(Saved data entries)
// THE LEAK TEST. Loads the demo scenario, renders every public response built for patients,
// stories and releases (JSON API, pages' server data, feeds, sitemap, share-image data), and
// proves that none carries a staff-only value of any patient or release, nor names a hidden
// patient. Values are read from the database, so new demo data is covered without editing here.
import { getTableColumns } from 'drizzle-orm';
import { beforeAll, describe, expect, it } from 'vitest';
import {
	SPECIES,
	STORY_KINDS,
	PATIENT_STATUSES,
	patients,
	releases,
	stories
} from '$lib/server/db/schema';
import { seedDemo } from '$lib/server/db/seed/demo';
import {
	patientShareCard,
	shareCardSvg,
	storiesShareCard,
	storyShareCard
} from '$lib/server/og/card';
import { STAFF_ONLY_PATIENT_COLUMNS, STAFF_ONLY_RELEASE_COLUMNS } from '$lib/server/staff-only';
import { load as homePage } from '../../src/routes/+page.server';
import { GET as patientApi } from '../../src/routes/api/patients/[slug]/+server';
import { GET as patientsApi } from '../../src/routes/api/patients/+server';
import { GET as storiesApi } from '../../src/routes/api/stories/+server';
import { GET as patientCard } from '../../src/routes/og/patients/[slug].png/+server';
import { load as patientPage } from '../../src/routes/patients/[slug]/+page.server';
import { load as patientsPage } from '../../src/routes/patients/+page.server';
import { GET as sitemap } from '../../src/routes/sitemap.xml/+server';
import { GET as atomFeed } from '../../src/routes/stories/feed.xml/+server';
import { GET as rssFeed } from '../../src/routes/stories/rss.xml/+server';
import { load as storyPage } from '../../src/routes/stories/[slug]/+page.server';
import { load as storiesPage } from '../../src/routes/stories/+page.server';
import { useTestDatabase } from '../setup/test-db';
import { loadStatus, publicEvent } from './public-event';

process.env.MAIL_WORKER = 'off';
const db = useTestDatabase();

/** Every way a coordinate could be written with 3 or more decimals, with and without its sign. */
function coordinateForms(value: string | null): string[] {
	if (value === null) return [];
	const n = Number(value);
	const forms = new Set([value, String(n)]);
	for (let digits = 3; digits <= 6; digits++) {
		forms.add(n.toFixed(digits));
		forms.add(Math.abs(n).toFixed(digits));
	}
	return [...forms].filter((form) => /\.\d{3}/.test(form));
}

const COORDINATES = new Set([
	'strandingLatitude',
	'strandingLongitude',
	'siteLatitude',
	'siteLongitude'
]);
// Calendar days (stranding day, vet clearance day) also occur as public dates, such as the day of
// admission or of a story, so they are checked by column name rather than by value.
const DAYS = new Set(['strandedOn', 'vetClearedOn']);

interface Secret {
	where: string;
	value: string;
}

let secrets: Secret[] = [];
let hidden: { slug: string; name: string }[] = [];
let publicSlugs: string[] = [];
let storySlugs: string[] = [];
let unpublishedStorySlugs: string[] = [];

const snake = (key: string) => key.replace(/[A-Z]/g, (c) => `_${c.toLowerCase()}`);
const STAFF_KEYS = [...STAFF_ONLY_PATIENT_COLUMNS, ...STAFF_ONLY_RELEASE_COLUMNS].flatMap((key) => [
	key,
	snake(key)
]);

function collectSecrets(
	rows: Record<string, unknown>[],
	columns: readonly string[],
	label: (row: Record<string, unknown>) => string
): Secret[] {
	const found: Secret[] = [];
	for (const row of rows) {
		for (const column of columns) {
			if (DAYS.has(column)) continue;
			const raw = row[column];
			const values = COORDINATES.has(column)
				? coordinateForms(raw as string | null)
				: [raw].flat().filter((v): v is string => typeof v === 'string' && v.trim() !== '');
			for (const value of values) found.push({ where: `${label(row)}.${column}`, value });
		}
	}
	return found;
}

beforeAll(async () => {
	await seedDemo(db());
	const patientRows = await db().select().from(patients);
	const releaseRows = await db().select().from(releases);
	const slugOf = new Map(patientRows.map((p) => [p.id, p.slug]));
	secrets = [
		...collectSecrets(patientRows, STAFF_ONLY_PATIENT_COLUMNS, (r) => String(r.slug)),
		...collectSecrets(
			releaseRows,
			STAFF_ONLY_RELEASE_COLUMNS,
			(r) => `release of ${slugOf.get(String(r.patientId))}`
		)
	];
	hidden = patientRows.filter((p) => p.publicTreatment === 'hidden');
	publicSlugs = patientRows.filter((p) => p.publicTreatment !== 'hidden').map((p) => p.slug);
	const storyRows = await db().select({ slug: stories.slug, status: stories.status }).from(stories);
	storySlugs = storyRows.filter((s) => s.status === 'published').map((s) => s.slug);
	unpublishedStorySlugs = storyRows.filter((s) => s.status !== 'published').map((s) => s.slug);
});

function keysIn(value: unknown, keys = new Set<string>()): Set<string> {
	if (Array.isArray(value)) for (const item of value) keysIn(item, keys);
	else if (value && typeof value === 'object') {
		for (const [key, inner] of Object.entries(value)) {
			keys.add(key);
			keysIn(inner, keys);
		}
	}
	return keys;
}

/** Fails with the surface and the column when anything staff-only shows up. */
function expectClean(surface: string, text: string, data?: unknown) {
	for (const secret of secrets) {
		expect(text.includes(secret.value), `${surface} leaks ${secret.where}: ${secret.value}`).toBe(
			false
		);
	}
	for (const patient of hidden) {
		expect(new RegExp(`\\b${patient.name}\\b`).test(text), `${surface} names ${patient.name}`).toBe(
			false
		);
		expect(text, `${surface} links ${patient.slug}`).not.toContain(`/patients/${patient.slug}`);
		expect(text, `${surface} lists ${patient.slug}`).not.toContain(`"${patient.slug}"`);
	}
	for (const key of STAFF_KEYS) {
		if (data !== undefined) {
			expect(keysIn(data).has(key), `${surface} has a ${key} field`).toBe(false);
		} else {
			expect(text, `${surface} mentions ${key}`).not.toContain(key);
		}
	}
}

async function responseText(surface: string, response: Response, status = 200): Promise<string> {
	expect(response.status, surface).toBe(status);
	return response.text();
}

async function checkJson(surface: string, response: Response, status = 200) {
	const text = await responseText(surface, response, status);
	expectClean(surface, text, JSON.parse(text));
}

async function checkLoad(surface: string, result: unknown) {
	const text = JSON.stringify(result);
	expectClean(surface, text, JSON.parse(text));
}

describe('no public response carries a staff-only value', () => {
	it('has staff-only values and hidden patients in the demo to look for', () => {
		const columns = new Set(secrets.map((s) => s.where.split('.').at(-1)));
		for (const column of [
			'strandingLatitude',
			'strandingLongitude',
			'strandingPlace',
			'flipperTags',
			'microchip',
			'transmitterId',
			'medicalNotes',
			'agencyCaseNumber',
			'siteLatitude',
			'siteLongitude',
			'siteNotes',
			'authorisationRef',
			'vetClearedBy'
		]) {
			expect(columns.has(column), column).toBe(true);
		}
		expect(hidden.length).toBeGreaterThan(0);
		expect(storySlugs.length).toBeGreaterThanOrEqual(6);
		expect(unpublishedStorySlugs.length).toBeGreaterThanOrEqual(2);
	});

	it('the checker itself catches a leak', () => {
		const [secret] = secrets;
		expect(() => expectClean('probe', `{"x":"${secret.value}"}`)).toThrow(/leaks/);
		expect(() => expectClean('probe', '{}', { microchip: 'x' })).toThrow(/microchip/);
		expect(() => expectClean('probe', `About ${hidden[0].name}.`)).toThrow(/names/);
	});

	it('GET /api/patients with every filter', async () => {
		const queries = [
			'',
			...SPECIES.map((s) => `species=${s}`),
			...PATIENT_STATUSES.map((s) => `status=${s}`),
			`q=${encodeURIComponent(hidden[0].name)}`,
			'q=a'
		];
		for (const query of queries) {
			await checkJson(
				`/api/patients?${query}`,
				await patientsApi(publicEvent(`/api/patients?${query}`))
			);
		}
	});

	it('GET /api/patients/[slug] for every patient, hidden ones included', async () => {
		for (const slug of publicSlugs) {
			await checkJson(
				`/api/patients/${slug}`,
				await patientApi(publicEvent(`/api/patients/${slug}`, { slug }))
			);
		}
		for (const { slug } of hidden) {
			await checkJson(
				`/api/patients/${slug}`,
				await patientApi(publicEvent(`/api/patients/${slug}`, { slug })),
				404
			);
		}
	});

	it('GET /api/stories, whole and per patient', async () => {
		await checkJson('/api/stories', await storiesApi(publicEvent('/api/stories?limit=50')));
		for (const slug of publicSlugs) {
			await checkJson(
				`/api/stories?patient=${slug}`,
				await storiesApi(publicEvent(`/api/stories?patient=${slug}`))
			);
		}
		for (const { slug } of hidden) {
			await checkJson(
				`/api/stories?patient=${slug}`,
				await storiesApi(publicEvent(`/api/stories?patient=${slug}`)),
				404
			);
		}
	});

	it('the pages: home, patients (with filters), each profile, stories, each story', async () => {
		await checkLoad('/', await homePage(publicEvent('/')));
		for (const query of ['', 'status=released', 'species=green', 'q=a']) {
			await checkLoad(`/patients?${query}`, await patientsPage(publicEvent(`/patients?${query}`)));
		}
		for (const slug of publicSlugs) {
			await checkLoad(
				`/patients/${slug}`,
				await patientPage(publicEvent(`/patients/${slug}`, { slug }))
			);
		}
		for (const { slug } of hidden) {
			expect(await loadStatus(() => patientPage(publicEvent(`/patients/${slug}`, { slug })))).toBe(
				404
			);
		}
		for (const kind of ['', ...STORY_KINDS]) {
			await checkLoad(
				`/stories?kind=${kind}`,
				await storiesPage(publicEvent(`/stories?kind=${kind}`))
			);
		}
		for (const slug of storySlugs) {
			await checkLoad(
				`/stories/${slug}`,
				await storyPage(publicEvent(`/stories/${slug}`, { slug }))
			);
		}
		for (const slug of unpublishedStorySlugs) {
			expect(await loadStatus(() => storyPage(publicEvent(`/stories/${slug}`, { slug })))).toBe(
				404
			);
		}
	});

	it('the Atom feed, the RSS feed and the sitemap', async () => {
		for (const [surface, handler] of [
			['/stories/feed.xml', atomFeed],
			['/stories/rss.xml', rssFeed],
			['/sitemap.xml', sitemap]
		] as const) {
			const text = await responseText(surface, (await handler(publicEvent(surface))) as Response);
			expectClean(surface, text);
			for (const slug of unpublishedStorySlugs)
				expect(text, `${surface} ${slug}`).not.toContain(slug);
		}
	});

	it('the share images: what they say, and that hidden patients have none', async () => {
		for (const slug of publicSlugs) {
			const card = await patientShareCard(slug);
			expect(card, slug).not.toBeNull();
			await checkLoad(`/og/patients/${slug}.png (text)`, card);
			// Letters are drawn as paths: no <text>, no font lookup, so nothing readable either.
			expect(shareCardSvg(card!)).not.toMatch(/<text|font-family/);
		}
		for (const slug of storySlugs) {
			await checkLoad(`/og/stories/${slug}.png (text)`, await storyShareCard(slug));
		}
		await checkLoad('/og/stories.png (text)', await storiesShareCard());
		for (const { slug } of hidden) {
			expect(await patientShareCard(slug)).toBeNull();
			expect(
				await loadStatus(() => patientCard(publicEvent(`/og/patients/${slug}.png`, { slug })))
			).toBe(404);
		}
	});

	it('the public column lists themselves hold no staff-only column', () => {
		const all = { ...getTableColumns(patients), ...getTableColumns(releases) };
		const staff = [...STAFF_ONLY_PATIENT_COLUMNS, ...STAFF_ONLY_RELEASE_COLUMNS].map(
			(key) => all[key as keyof typeof all]
		);
		expect(staff.every(Boolean)).toBe(true);
	});
});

- Problem description -
Every line from the line containing "GET as atomFeed" through the line containing "const values = COORDINATES.has(column)" in the records above must be retyped exactly. Leave out the rest.

- Answer section -
import { GET as atomFeed } from '../../src/routes/stories/feed.xml/+server';
import { GET as rssFeed } from '../../src/routes/stories/rss.xml/+server';
import { load as storyPage } from '../../src/routes/stories/[slug]/+page.server';
import { load as storiesPage } from '../../src/routes/stories/+page.server';
import { useTestDatabase } from '../setup/test-db';
import { loadStatus, publicEvent } from './public-event';

process.env.MAIL_WORKER = 'off';
const db = useTestDatabase();

/** Every way a coordinate could be written with 3 or more decimals, with and without its sign. */
function coordinateForms(value: string | null): string[] {
	if (value === null) return [];
	const n = Number(value);
	const forms = new Set([value, String(n)]);
	for (let digits = 3; digits <= 6; digits++) {
		forms.add(n.toFixed(digits));
		forms.add(Math.abs(n).toFixed(digits));
	}
	return [...forms].filter((form) => /\.\d{3}/.test(form));
}

const COORDINATES = new Set([
	'strandingLatitude',
	'strandingLongitude',
	'siteLatitude',
	'siteLongitude'
]);
// Calendar days (stranding day, vet clearance day) also occur as public dates, such as the day of
// admission or of a story, so they are checked by column name rather than by value.
const DAYS = new Set(['strandedOn', 'vetClearedOn']);

interface Secret {
	where: string;
	value: string;
}

let secrets: Secret[] = [];
let hidden: { slug: string; name: string }[] = [];
let publicSlugs: string[] = [];
let storySlugs: string[] = [];
let unpublishedStorySlugs: string[] = [];

const snake = (key: string) => key.replace(/[A-Z]/g, (c) => `_${c.toLowerCase()}`);
const STAFF_KEYS = [...STAFF_ONLY_PATIENT_COLUMNS, ...STAFF_ONLY_RELEASE_COLUMNS].flatMap((key) => [
	key,
	snake(key)
]);

function collectSecrets(
	rows: Record<string, unknown>[],
	columns: readonly string[],
	label: (row: Record<string, unknown>) => string
): Secret[] {
	const found: Secret[] = [];
	for (const row of rows) {
		for (const column of columns) {
			if (DAYS.has(column)) continue;
			const raw = row[column];
			const values = COORDINATES.has(column)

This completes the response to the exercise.